(Data)

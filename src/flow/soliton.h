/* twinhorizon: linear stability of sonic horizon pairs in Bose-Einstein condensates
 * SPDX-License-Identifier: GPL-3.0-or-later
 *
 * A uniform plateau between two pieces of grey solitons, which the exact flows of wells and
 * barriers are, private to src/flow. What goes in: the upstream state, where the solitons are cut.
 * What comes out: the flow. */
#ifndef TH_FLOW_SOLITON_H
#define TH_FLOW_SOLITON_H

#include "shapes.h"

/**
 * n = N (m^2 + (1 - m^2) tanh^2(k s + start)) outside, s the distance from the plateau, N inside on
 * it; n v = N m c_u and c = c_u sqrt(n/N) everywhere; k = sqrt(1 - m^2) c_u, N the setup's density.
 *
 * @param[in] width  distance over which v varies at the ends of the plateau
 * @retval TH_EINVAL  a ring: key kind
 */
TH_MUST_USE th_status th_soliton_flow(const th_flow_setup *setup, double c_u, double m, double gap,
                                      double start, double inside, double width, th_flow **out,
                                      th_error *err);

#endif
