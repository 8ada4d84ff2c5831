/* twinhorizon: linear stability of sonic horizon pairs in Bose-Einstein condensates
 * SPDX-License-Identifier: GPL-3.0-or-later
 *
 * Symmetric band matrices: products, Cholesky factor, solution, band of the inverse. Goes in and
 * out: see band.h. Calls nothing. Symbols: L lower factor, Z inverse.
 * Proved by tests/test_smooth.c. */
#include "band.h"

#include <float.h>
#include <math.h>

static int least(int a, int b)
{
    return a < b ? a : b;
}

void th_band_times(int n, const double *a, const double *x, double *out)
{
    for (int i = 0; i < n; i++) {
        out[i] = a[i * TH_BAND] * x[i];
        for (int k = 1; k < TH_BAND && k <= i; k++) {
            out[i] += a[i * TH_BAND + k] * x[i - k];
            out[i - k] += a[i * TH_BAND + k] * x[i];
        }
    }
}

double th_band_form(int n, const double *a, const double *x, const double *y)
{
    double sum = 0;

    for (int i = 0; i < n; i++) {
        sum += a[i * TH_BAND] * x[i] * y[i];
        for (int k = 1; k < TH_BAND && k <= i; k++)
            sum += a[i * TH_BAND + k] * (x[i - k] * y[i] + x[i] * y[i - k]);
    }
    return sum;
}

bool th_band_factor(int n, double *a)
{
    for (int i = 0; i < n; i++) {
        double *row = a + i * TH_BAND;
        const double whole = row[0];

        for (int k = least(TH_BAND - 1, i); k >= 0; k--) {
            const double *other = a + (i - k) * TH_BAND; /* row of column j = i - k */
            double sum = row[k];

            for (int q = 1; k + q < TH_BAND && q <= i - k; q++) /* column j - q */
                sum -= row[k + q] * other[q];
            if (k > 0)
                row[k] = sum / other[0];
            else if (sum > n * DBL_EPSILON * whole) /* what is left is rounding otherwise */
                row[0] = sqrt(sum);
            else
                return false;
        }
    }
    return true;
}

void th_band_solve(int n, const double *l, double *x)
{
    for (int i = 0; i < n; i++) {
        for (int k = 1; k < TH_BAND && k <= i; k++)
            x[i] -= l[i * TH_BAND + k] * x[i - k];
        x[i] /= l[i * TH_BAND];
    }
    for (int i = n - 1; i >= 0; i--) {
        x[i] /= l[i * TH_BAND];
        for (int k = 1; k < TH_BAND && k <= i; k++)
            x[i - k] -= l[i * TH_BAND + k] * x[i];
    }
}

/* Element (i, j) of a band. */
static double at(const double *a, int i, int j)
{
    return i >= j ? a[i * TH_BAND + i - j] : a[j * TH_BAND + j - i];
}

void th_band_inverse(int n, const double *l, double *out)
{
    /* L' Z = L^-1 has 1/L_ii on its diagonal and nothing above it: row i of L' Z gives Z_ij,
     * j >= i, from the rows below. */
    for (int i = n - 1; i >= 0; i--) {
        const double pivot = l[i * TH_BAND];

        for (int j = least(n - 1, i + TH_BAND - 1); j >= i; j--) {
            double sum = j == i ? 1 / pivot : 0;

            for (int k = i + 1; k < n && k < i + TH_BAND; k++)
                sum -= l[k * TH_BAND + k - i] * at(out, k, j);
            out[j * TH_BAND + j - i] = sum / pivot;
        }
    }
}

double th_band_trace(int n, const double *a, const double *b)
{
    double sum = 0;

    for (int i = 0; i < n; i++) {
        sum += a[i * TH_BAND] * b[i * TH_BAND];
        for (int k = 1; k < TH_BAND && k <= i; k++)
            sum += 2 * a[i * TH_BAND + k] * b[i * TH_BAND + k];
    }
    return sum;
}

(End Data)

■ **Task**
I'd like the entries above reproduced in full, exactly as they stand.

■ **Result of this task**
filename src/flow/soliton.h
/* twinhorizon: linear stability of sonic horizon pairs in Bose-Einstein condensates
 * SPDX-License-Identifier: GPL-3.0-or-later
 *
 * A uniform plateau between two pieces of grey solitons, which the exact flows of wells and
 * barriers are, private to src/flow. What goes in: the upstream state, where the solitons are cut.
 * What comes out: the flow. */
#ifndef TH_FLOW_SOLITON_H
#define TH_FLOW_SOLITON_H

#include "shapes.h"

/**
 * n = N (m^2 + (1 - m^2) tanh^2(k s + start)) outside, s the distance from the plateau, N inside on
 * it; n v = N m c_u and c = c_u sqrt(n/N) everywhere; k = sqrt(1 - m^2) c_u, N the setup's density.
 *
 * @param[in] width  distance over which v varies at the ends of the plateau
 * @retval TH_EINVAL  a ring: key kind
 */
TH_MUST_USE th_status th_soliton_flow(const th_flow_setup *setup, double c_u, double m, double gap,
                                      double start, double inside, double width, th_flow **out,
                                      th_error *err);

#endif
repository 8ada4d84ff2c5831
/* twinhorizon: linear stability of sonic horizon pairs in Bose-Einstein condensates
 * SPDX-License-Identifier: GPL-3.0-or-later
 *
 * Symmetric band matrices: products, Cholesky factor, solution, band of the inverse. Goes in and
 * out: see band.h. Calls nothing. Symbols: L lower factor, Z inverse.
 * Proved by tests/test_smooth.c. */
#include "band.h"

#include <float.h>
#include <math.h>

static int least(int a, int b)
{
    return a < b ? a : b;
}

void th_band_times(int n, const double *a, const double *x, double *out)
{
    for (int i = 0; i < n; i++) {
        out[i] = a[i * TH_BAND] * x[i];
        for (int k = 1; k < TH_BAND && k <= i; k++) {
            out[i] += a[i * TH_BAND + k] * x[i - k];
            out[i - k] += a[i * TH_BAND + k] * x[i];
        }
    }
}

double th_band_form(int n, const double *a, const double *x, const double *y)
{
    double sum = 0;

    for (int i = 0; i < n; i++) {
        sum += a[i * TH_BAND] * x[i] * y[i];
        for (int k = 1; k < TH_BAND && k <= i; k++)
            sum += a[i * TH_BAND + k] * (x[i - k] * y[i] + x[i] * y[i - k]);
    }
    return sum;
}

bool th_band_factor(int n, double *a)
{
    for (int i = 0; i < n; i++) {
        double *row = a + i * TH_BAND;
        const double whole = row[0];

        for (int k = least(TH_BAND - 1, i); k >= 0; k--) {
            const double *other = a + (i - k) * TH_BAND; /* row of column j = i - k */
            double sum = row[k];

            for (int q = 1; k + q < TH_BAND && q <= i - k; q++) /* column j - q */
                sum -= row[k + q] * other[q];
            if (k > 0)
                row[k] = sum / other[0];
            else if (sum > n * DBL_EPSILON * whole) /* what is left is rounding otherwise */
                row[0] = sqrt(sum);
            else
                return false;
        }
    }
    return true;
}

void th_band_solve(int n, const double *l, double *x)
{
    for (int i = 0; i < n; i++) {
        for (int k = 1; k < TH_BAND && k <= i; k++)
            x[i] -= l[i * TH_BAND + k] * x[i - k];
        x[i] /= l[i * TH_BAND];
    }
    for (int i = n - 1; i >= 0; i--) {
        x[i] /= l[i * TH_BAND];
        for (int k = 1; k < TH_BAND && k <= i; k++)
            x[i - k] -= l[i * TH_BAND + k] * x[i];
    }
}

/* Element (i, j) of a band. */
static double at(const double *a, int i, int j)
{
    return i >= j ? a[i * TH_BAND + i - j] : a[j * TH_BAND + j - i];
}

void th_band_inverse(int n, const double *l, double *out)
{
    /* L' Z = L^-1 has 1/L_ii on its diagonal and nothing above it: row i of L' Z gives Z_ij,
     * j >= i, from the rows below. */
    for (int i = n - 1; i >= 0; i--) {
        const double pivot = l[i * TH_BAND];

        for (int j = least(n - 1, i + TH_BAND - 1); j >= i; j--) {
            double sum = j == i ? 1 / pivot : 0;

            for (int k = i + 1; k < n && k < i + TH_BAND; k++)
                sum -= l[k * TH_BAND + k - i] * at(out, k, j);
            out[j * TH_BAND + j - i] = sum / pivot;
        }
    }
}

double th_band_trace(int n, const double *a, const double *b)
{
    double sum = 0;

    for (int i = 0; i < n; i++) {
        sum += a[i * TH_BAND] * b[i * TH_BAND];
        for (int k = 1; k < TH_BAND && k <= i; k++)
            sum += 2 * a[i * TH_BAND + k] * b[i * TH_BAND + k];
    }
    return sum;
}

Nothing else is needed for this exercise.